__INPUT MATERIAL__:

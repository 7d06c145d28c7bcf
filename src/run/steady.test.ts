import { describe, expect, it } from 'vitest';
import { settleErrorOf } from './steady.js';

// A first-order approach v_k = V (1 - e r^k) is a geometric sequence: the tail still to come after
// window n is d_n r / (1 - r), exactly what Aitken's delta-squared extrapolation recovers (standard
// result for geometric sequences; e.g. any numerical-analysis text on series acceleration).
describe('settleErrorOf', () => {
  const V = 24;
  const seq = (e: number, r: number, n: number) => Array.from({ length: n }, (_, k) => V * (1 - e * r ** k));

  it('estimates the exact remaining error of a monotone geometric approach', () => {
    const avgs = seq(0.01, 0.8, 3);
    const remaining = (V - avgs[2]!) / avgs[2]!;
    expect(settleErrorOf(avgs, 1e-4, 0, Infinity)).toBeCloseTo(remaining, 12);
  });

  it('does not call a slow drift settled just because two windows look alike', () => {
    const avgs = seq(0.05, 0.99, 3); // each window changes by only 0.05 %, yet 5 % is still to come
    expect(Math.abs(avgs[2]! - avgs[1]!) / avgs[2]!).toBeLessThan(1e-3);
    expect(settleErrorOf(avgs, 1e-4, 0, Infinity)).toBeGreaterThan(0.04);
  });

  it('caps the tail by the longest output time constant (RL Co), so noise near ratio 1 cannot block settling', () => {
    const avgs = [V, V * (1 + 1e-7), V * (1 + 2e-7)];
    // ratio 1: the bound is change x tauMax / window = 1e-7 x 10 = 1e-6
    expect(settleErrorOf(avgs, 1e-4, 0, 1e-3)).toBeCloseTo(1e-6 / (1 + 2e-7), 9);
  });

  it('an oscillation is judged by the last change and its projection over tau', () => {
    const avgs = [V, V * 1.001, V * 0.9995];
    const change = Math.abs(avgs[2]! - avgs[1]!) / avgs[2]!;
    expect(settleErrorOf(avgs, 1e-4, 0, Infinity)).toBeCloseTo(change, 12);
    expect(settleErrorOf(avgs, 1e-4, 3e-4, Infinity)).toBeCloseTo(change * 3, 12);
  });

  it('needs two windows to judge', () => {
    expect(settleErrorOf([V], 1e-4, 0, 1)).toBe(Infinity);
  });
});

---

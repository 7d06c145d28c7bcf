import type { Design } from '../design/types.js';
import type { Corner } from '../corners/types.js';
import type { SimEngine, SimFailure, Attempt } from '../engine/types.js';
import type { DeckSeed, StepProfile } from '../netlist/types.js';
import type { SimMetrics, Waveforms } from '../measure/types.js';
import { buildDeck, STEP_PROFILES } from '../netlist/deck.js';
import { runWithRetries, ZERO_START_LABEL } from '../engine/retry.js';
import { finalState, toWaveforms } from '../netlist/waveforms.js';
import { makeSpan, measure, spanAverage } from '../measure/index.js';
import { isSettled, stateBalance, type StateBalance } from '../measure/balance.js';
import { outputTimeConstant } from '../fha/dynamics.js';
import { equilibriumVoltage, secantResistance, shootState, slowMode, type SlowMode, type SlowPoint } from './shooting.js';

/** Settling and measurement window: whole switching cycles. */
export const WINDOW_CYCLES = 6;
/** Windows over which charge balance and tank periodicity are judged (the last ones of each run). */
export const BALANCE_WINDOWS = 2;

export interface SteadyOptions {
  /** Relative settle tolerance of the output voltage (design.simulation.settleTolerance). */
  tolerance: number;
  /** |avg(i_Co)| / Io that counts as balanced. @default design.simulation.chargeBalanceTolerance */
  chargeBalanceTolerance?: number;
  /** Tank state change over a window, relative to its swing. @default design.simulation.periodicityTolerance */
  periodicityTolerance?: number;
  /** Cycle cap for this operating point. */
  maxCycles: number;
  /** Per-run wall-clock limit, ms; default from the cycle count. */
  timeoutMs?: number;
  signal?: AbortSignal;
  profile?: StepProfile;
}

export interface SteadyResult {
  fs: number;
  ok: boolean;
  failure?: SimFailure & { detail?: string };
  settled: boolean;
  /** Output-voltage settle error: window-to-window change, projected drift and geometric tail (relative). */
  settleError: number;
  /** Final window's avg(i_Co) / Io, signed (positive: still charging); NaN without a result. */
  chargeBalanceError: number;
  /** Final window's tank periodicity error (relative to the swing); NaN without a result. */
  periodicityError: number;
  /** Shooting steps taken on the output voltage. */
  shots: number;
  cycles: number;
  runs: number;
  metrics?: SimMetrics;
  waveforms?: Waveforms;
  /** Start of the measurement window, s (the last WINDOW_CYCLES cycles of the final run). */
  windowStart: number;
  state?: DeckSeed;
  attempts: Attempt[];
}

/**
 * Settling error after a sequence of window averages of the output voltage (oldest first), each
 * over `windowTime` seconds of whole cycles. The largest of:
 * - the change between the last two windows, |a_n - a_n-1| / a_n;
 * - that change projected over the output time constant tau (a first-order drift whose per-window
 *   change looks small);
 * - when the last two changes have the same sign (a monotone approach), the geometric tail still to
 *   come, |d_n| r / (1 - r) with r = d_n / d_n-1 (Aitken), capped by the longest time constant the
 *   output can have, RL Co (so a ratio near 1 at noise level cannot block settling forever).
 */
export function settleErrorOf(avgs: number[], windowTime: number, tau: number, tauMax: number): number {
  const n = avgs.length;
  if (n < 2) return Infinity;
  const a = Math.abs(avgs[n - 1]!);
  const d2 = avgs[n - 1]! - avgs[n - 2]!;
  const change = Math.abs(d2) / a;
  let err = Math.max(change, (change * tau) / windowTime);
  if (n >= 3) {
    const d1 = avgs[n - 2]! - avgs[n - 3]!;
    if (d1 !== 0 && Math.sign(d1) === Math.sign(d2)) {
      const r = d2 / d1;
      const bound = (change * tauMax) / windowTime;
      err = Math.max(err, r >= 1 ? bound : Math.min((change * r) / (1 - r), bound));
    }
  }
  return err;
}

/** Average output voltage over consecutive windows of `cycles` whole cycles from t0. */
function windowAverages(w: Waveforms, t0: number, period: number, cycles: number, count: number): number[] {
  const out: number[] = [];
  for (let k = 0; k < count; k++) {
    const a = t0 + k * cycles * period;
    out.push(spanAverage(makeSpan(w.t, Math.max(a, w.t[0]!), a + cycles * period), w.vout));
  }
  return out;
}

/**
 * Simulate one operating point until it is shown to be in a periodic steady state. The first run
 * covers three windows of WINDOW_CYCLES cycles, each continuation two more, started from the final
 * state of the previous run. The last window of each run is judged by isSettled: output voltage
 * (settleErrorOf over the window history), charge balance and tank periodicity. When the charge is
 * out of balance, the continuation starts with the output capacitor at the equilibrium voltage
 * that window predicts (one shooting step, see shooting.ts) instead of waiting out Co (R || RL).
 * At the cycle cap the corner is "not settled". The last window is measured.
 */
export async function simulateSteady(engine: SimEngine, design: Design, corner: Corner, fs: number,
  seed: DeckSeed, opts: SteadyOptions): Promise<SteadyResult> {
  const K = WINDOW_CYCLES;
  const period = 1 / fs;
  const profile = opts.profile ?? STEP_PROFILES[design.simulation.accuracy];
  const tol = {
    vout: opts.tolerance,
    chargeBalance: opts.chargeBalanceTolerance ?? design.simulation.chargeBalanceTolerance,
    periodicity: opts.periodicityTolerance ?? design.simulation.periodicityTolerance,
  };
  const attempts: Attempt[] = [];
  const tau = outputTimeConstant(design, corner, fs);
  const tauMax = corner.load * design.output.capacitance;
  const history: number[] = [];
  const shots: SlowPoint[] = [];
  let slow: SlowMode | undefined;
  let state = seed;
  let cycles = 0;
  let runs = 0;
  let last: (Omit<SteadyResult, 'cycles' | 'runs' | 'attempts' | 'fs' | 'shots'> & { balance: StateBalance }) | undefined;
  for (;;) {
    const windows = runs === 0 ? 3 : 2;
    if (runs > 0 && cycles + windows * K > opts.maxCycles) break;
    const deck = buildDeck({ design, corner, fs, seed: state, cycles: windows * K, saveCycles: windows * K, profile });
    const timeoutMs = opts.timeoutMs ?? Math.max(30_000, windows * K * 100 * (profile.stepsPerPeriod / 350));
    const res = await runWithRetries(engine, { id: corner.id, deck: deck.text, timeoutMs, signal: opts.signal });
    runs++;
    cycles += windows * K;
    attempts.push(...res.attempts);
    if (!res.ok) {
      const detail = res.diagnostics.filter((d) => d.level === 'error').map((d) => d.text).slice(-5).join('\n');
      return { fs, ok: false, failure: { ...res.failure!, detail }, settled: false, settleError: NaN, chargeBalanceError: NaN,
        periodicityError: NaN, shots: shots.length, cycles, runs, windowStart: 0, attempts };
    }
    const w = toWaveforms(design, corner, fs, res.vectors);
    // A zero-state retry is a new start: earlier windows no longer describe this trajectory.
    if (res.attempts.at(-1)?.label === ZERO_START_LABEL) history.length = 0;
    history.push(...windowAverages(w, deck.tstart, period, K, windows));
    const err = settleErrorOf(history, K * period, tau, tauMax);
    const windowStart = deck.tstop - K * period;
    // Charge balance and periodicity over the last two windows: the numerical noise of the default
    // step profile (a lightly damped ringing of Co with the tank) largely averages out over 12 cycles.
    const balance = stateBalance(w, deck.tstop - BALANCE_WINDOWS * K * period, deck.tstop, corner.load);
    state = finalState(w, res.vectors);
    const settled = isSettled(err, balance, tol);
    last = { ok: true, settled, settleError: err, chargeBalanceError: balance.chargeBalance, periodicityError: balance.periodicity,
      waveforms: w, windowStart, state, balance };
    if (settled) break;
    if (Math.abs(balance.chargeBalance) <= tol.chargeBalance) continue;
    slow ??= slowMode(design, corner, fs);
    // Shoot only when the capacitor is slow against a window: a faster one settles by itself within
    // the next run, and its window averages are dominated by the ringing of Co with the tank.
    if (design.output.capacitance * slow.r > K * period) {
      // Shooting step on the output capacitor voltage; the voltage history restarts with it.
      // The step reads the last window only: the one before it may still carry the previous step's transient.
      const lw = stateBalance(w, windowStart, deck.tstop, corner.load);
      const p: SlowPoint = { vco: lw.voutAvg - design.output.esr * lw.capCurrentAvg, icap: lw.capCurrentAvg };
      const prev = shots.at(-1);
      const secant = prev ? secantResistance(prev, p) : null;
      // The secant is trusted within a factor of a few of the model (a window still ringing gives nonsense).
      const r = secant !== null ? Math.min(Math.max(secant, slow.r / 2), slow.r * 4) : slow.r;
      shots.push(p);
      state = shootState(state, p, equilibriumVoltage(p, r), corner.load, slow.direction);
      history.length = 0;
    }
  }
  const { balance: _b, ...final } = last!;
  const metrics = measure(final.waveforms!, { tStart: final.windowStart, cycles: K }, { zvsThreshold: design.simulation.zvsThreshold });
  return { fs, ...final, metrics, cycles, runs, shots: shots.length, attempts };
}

__EXERCISE DETAILS__: Copy from the entries only those lines that hold the word "cannot".

__ANSWER FOR THE TASK__:
  it('caps the tail by the longest output time constant (RL Co), so noise near ratio 1 cannot block settling', () => {
 *   output can have, RL Co (so a ratio near 1 at noise level cannot block settling forever).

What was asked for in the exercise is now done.